Dr. Ruderman spoke about several therapies, including apremilast, tofacitinib, abatacept, ustekinumab, ixekizumab, secukinumab, bimekizumab, risankizumab and guselkumab.
This drug—which targets cyclic adenosine monophosphate (cAMP), a regulator of several key immune pathways—works for enthesitis and dactylitis, “[a]nd the drug works quickly. We’re used to that with these targeted small molecules,” Dr. Ruderman said. Effects were seen within two to four weeks.1
He advised clinicians not to misinterpret the drug’s ACR 20% score (ACR20) response rate of 40%. “One thinks, ‘Well, that’s not so good.’… Be careful about assuming that means this drug works less well in the people in whom it works. I think what it really means is, this drug works in fewer people. … The people who respond, some of them actually respond pretty well.”
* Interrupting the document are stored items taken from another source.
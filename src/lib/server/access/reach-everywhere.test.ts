import { existsSync, readdirSync, readFileSync } from 'node:fs';
import { join, relative } from 'node:path';
import { fileURLToPath } from 'node:url';
import { describe, expect, it } from 'vitest';

/*
 * A use case that forgets the reach of guests would show them a whole organisation. So every function of these
 * folders that takes a membership and asks the database must narrow its question by reach, or load the thing that it
 * is about through a function that does.
 */

const server = fileURLToPath(new URL('..', import.meta.url));
const folders = ['dossiers', 'calculations', 'evidence', 'reports', 'reviews', 'sharing', 'figures'];

/** Each narrows by reach itself: see guest-reach.db.test.ts. */
const loaders = [
	'findDossier',
	'getCalculation',
	'getVersion',
	'getRun',
	'getReport',
	'runsOf',
	'findComment',
	'holdReport'
];

/** `file function`, and why it need not. */
const exceptions: Readonly<Record<string, string>> = {
	'reports/change.ts nextNumber':
		'counts the numbers of the whole organisation, and is asked by authors alone',
	'reports/issue.ts authoriserOf': 'reads the name of the person who asks'
};

interface Found {
	key: string;
	text: string;
}

/** The top-level functions of a file, each from its head to the next one's. */
function functionsOf(file: string): Found[] {
	const text = readFileSync(file, 'utf8');
	const heads = [...text.matchAll(/^(?:export )?(?:async )?function (\w+)/gm)];
	return heads.map((head, at) => ({
		key: `${relative(server, file)} ${head[1]}`,
		text: text.slice(head.index, heads[at + 1]?.index)
	}));
}

function filesOf(folder: string): string[] {
	if (!existsSync(folder)) return [];
	return readdirSync(folder, { withFileTypes: true, recursive: true })
		.filter((entry) => entry.isFile() && entry.name.endsWith('.ts') && !entry.name.endsWith('.test.ts'))
		.map((entry) => join(entry.parentPath, entry.name))
		.filter((file) => !file.includes('/testing/'));
}

const asks = (text: string) =>
	/membership: (?:Membership\b|Pick<Membership)/.test(text) &&
	/(?<!Buffer|Array)\.(?:from|innerJoin|update|delete|execute|\$count)\(|\bquery\.\w+\.find/.test(text);
const narrows = (text: string) =>
	/\b(?:inReach|requireReach)\(\s*membership\b/.test(text) ||
	loaders.some((name) => new RegExp(`\\b${name}\\(`).test(text.replace(/^.*$/m, '')));

const asking = folders
	.flatMap((folder) => filesOf(join(server, folder)).flatMap(functionsOf))
	.filter(({ text }) => asks(text));

describe('reach', () => {
	it('is seen in functions that ask the database for a member', () => {
		expect(asking.length).toBeGreaterThan(25);
	});

	it.each(asking.filter(({ key }) => !(key in exceptions)))('narrows $key', ({ text }) => {
		expect(
			narrows(text),
			'Set inReach(membership, …dossierId) beside the condition on the organisation.'
		).toBe(true);
	});

	it.each(Object.keys(exceptions))('has a reason left to spare %s', (key) => {
		const found = asking.find((one) => one.key === key);
		expect(found, 'No such function any more: take it off the list.').toBeDefined();
		expect(narrows(found?.text ?? ''), 'It narrows by itself now: take it off the list.').toBe(false);
	});

	it('would notice a query that forgets it', () => {
		const forgetful = `export async function peek(membership: Membership, id: string, db: Queryable) {
			return db.select().from(dossiers).where(eq(dossiers.organisationId, membership.organisationId));
		}`;
		expect(asks(forgetful) && !narrows(forgetful)).toBe(true);
	});
});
Importantly, he said, “you’re not seeing the immunosuppressive effects [with apremilast] that raise concern for infections [that] we see with some of the biologic agents we’ve been concerned about.”
More data are needed to sort through what can be confusing options, Dr. Ruderman said. ‘We need good comparative efficacy studies.’
This JAK1 and JAK3 inhibitor has been the subject of two PsA trials in the last year, and it was recently approved for PsA. “The tofacitinib response was in the same order of magnitude as we’re used to seeing with adalimumab” among inadequate responders to conventional disease-modifying anti-rheumatic drugs (DMARDs), he said.2
This therapy, which binds CD80 and CD86, produced a “modest” ACR20 response rate of 40%, but it was still superior to placebo and is another option for patients who fail earlier treatments. The response on skin was not impressive, Dr. Ruderman said.